* _Your task_:
From the data that follows, copy every line with the string "content".

* _Provided entries_:
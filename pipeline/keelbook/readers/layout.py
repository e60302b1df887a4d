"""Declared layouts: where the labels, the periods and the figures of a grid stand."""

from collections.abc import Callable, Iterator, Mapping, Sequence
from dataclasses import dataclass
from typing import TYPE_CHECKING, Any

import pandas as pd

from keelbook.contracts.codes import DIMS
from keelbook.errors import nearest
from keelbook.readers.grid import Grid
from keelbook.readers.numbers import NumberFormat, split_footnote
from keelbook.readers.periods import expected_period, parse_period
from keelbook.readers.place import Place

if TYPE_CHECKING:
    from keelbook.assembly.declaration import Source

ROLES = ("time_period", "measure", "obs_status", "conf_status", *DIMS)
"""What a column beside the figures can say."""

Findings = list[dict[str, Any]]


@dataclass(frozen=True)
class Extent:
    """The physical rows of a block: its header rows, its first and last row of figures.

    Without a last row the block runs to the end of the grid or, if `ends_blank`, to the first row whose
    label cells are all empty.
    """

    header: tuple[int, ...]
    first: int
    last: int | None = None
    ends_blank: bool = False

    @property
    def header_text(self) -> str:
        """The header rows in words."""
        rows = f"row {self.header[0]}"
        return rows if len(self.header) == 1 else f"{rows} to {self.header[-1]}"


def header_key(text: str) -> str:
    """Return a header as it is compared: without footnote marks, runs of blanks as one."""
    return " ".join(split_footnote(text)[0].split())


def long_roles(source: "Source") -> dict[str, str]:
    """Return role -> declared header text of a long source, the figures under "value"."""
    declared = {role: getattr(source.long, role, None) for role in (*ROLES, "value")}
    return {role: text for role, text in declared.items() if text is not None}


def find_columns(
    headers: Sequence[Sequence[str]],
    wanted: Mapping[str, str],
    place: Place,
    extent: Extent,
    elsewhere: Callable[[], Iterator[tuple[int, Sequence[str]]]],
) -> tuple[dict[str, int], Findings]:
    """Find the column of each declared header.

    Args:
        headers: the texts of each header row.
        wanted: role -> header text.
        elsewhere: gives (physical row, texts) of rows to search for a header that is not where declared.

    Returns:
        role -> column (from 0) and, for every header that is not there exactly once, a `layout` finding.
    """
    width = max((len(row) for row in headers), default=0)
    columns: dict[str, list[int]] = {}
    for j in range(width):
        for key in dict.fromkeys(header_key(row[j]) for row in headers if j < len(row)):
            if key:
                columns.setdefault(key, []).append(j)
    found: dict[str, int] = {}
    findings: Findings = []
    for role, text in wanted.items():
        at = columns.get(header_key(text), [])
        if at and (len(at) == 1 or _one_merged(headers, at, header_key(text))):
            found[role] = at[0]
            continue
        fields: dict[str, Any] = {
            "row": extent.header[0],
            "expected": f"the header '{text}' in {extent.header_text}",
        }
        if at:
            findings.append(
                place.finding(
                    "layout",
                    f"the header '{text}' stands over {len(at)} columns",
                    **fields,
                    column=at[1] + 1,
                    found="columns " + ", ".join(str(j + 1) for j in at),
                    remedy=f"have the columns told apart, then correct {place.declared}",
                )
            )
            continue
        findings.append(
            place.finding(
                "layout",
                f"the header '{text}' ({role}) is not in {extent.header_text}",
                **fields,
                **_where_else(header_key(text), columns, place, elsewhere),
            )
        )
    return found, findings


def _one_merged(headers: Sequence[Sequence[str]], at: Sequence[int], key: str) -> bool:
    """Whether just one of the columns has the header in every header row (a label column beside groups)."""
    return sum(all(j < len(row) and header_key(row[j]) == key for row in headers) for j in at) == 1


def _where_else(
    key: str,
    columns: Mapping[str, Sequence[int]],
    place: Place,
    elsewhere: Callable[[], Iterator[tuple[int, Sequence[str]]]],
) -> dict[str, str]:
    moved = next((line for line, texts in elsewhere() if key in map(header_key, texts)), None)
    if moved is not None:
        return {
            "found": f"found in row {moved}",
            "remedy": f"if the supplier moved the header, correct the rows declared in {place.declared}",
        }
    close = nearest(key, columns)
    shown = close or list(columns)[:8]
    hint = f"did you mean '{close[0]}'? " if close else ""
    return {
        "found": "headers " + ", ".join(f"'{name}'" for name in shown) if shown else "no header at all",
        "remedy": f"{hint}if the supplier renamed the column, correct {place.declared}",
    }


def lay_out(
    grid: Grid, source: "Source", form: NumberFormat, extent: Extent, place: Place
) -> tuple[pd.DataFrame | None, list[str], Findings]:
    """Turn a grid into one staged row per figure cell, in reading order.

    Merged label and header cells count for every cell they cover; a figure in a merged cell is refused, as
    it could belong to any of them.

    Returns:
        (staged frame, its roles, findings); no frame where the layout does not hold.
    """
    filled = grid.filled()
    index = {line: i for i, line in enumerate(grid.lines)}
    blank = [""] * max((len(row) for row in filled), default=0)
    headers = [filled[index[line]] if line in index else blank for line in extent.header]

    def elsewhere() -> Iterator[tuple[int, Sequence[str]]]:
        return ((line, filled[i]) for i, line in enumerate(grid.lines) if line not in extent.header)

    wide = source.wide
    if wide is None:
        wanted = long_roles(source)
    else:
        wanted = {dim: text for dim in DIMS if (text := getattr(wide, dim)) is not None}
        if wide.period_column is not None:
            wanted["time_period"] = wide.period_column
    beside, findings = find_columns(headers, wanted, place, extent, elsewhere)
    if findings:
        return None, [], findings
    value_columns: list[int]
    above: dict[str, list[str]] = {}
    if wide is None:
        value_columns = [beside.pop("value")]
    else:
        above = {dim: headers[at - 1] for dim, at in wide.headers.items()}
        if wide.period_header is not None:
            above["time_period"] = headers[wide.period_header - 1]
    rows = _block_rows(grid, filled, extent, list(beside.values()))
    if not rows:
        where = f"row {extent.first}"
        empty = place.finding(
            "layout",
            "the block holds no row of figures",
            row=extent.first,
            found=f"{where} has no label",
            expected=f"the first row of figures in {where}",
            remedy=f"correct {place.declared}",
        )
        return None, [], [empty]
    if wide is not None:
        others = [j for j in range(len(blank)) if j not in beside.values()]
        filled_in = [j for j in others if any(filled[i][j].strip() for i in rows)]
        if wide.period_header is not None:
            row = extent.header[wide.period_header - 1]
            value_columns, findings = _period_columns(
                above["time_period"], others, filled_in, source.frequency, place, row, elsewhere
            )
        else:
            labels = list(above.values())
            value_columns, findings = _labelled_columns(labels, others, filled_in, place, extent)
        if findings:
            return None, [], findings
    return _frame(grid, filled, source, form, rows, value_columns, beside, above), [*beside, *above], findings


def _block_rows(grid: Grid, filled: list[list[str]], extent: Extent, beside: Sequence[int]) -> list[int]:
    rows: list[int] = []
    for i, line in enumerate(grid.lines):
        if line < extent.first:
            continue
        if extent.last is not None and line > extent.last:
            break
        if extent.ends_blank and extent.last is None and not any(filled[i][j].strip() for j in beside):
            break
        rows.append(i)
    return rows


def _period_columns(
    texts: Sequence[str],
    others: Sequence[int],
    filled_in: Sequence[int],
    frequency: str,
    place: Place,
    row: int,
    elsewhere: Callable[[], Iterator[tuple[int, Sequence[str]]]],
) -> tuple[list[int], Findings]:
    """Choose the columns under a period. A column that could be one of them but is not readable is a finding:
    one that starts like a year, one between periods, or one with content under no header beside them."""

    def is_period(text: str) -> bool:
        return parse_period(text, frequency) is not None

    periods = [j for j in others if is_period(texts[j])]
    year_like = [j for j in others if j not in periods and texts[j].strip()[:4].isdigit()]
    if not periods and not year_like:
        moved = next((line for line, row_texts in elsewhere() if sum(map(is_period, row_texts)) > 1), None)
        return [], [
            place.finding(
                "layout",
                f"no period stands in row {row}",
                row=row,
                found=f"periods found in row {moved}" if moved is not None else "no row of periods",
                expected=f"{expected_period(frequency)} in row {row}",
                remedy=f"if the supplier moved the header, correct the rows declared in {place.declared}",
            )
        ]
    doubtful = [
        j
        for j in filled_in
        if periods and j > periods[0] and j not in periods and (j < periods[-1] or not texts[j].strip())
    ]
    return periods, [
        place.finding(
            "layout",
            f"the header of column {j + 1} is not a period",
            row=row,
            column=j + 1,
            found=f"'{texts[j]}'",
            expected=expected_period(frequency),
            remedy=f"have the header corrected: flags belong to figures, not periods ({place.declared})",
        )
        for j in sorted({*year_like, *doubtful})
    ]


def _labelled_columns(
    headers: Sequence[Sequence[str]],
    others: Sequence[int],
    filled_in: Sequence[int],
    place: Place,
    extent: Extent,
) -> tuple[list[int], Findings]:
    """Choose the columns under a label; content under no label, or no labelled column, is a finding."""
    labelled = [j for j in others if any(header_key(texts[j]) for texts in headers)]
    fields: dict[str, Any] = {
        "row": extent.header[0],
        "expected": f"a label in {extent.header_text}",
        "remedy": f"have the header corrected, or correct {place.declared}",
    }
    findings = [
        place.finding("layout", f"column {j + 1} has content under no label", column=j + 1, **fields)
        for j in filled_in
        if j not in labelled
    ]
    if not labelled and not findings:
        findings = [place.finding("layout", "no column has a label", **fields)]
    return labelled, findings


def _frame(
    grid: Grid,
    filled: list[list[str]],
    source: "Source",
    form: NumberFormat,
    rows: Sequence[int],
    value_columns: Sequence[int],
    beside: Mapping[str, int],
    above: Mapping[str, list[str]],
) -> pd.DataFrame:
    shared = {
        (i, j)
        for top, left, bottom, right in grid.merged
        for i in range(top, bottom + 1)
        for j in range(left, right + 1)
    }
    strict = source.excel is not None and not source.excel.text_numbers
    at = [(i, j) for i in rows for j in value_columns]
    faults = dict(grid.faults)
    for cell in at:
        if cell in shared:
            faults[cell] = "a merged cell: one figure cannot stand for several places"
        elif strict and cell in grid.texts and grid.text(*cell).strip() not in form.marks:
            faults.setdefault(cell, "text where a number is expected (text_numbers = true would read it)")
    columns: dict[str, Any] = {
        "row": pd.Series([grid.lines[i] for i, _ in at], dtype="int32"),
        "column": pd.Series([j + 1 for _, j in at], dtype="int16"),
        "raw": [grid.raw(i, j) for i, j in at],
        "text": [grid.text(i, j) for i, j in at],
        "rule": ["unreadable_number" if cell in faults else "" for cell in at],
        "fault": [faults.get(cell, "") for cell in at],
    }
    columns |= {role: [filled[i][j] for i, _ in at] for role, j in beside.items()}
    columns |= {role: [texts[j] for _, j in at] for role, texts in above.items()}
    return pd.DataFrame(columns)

* _Completed task_:
    one that starts like a year, one between periods, or one with content under no header beside them."""
    """Choose the columns under a label; content under no label, or no labelled column, is a finding."""
        place.finding("layout", f"column {j + 1} has content under no label", column=j + 1, **fields)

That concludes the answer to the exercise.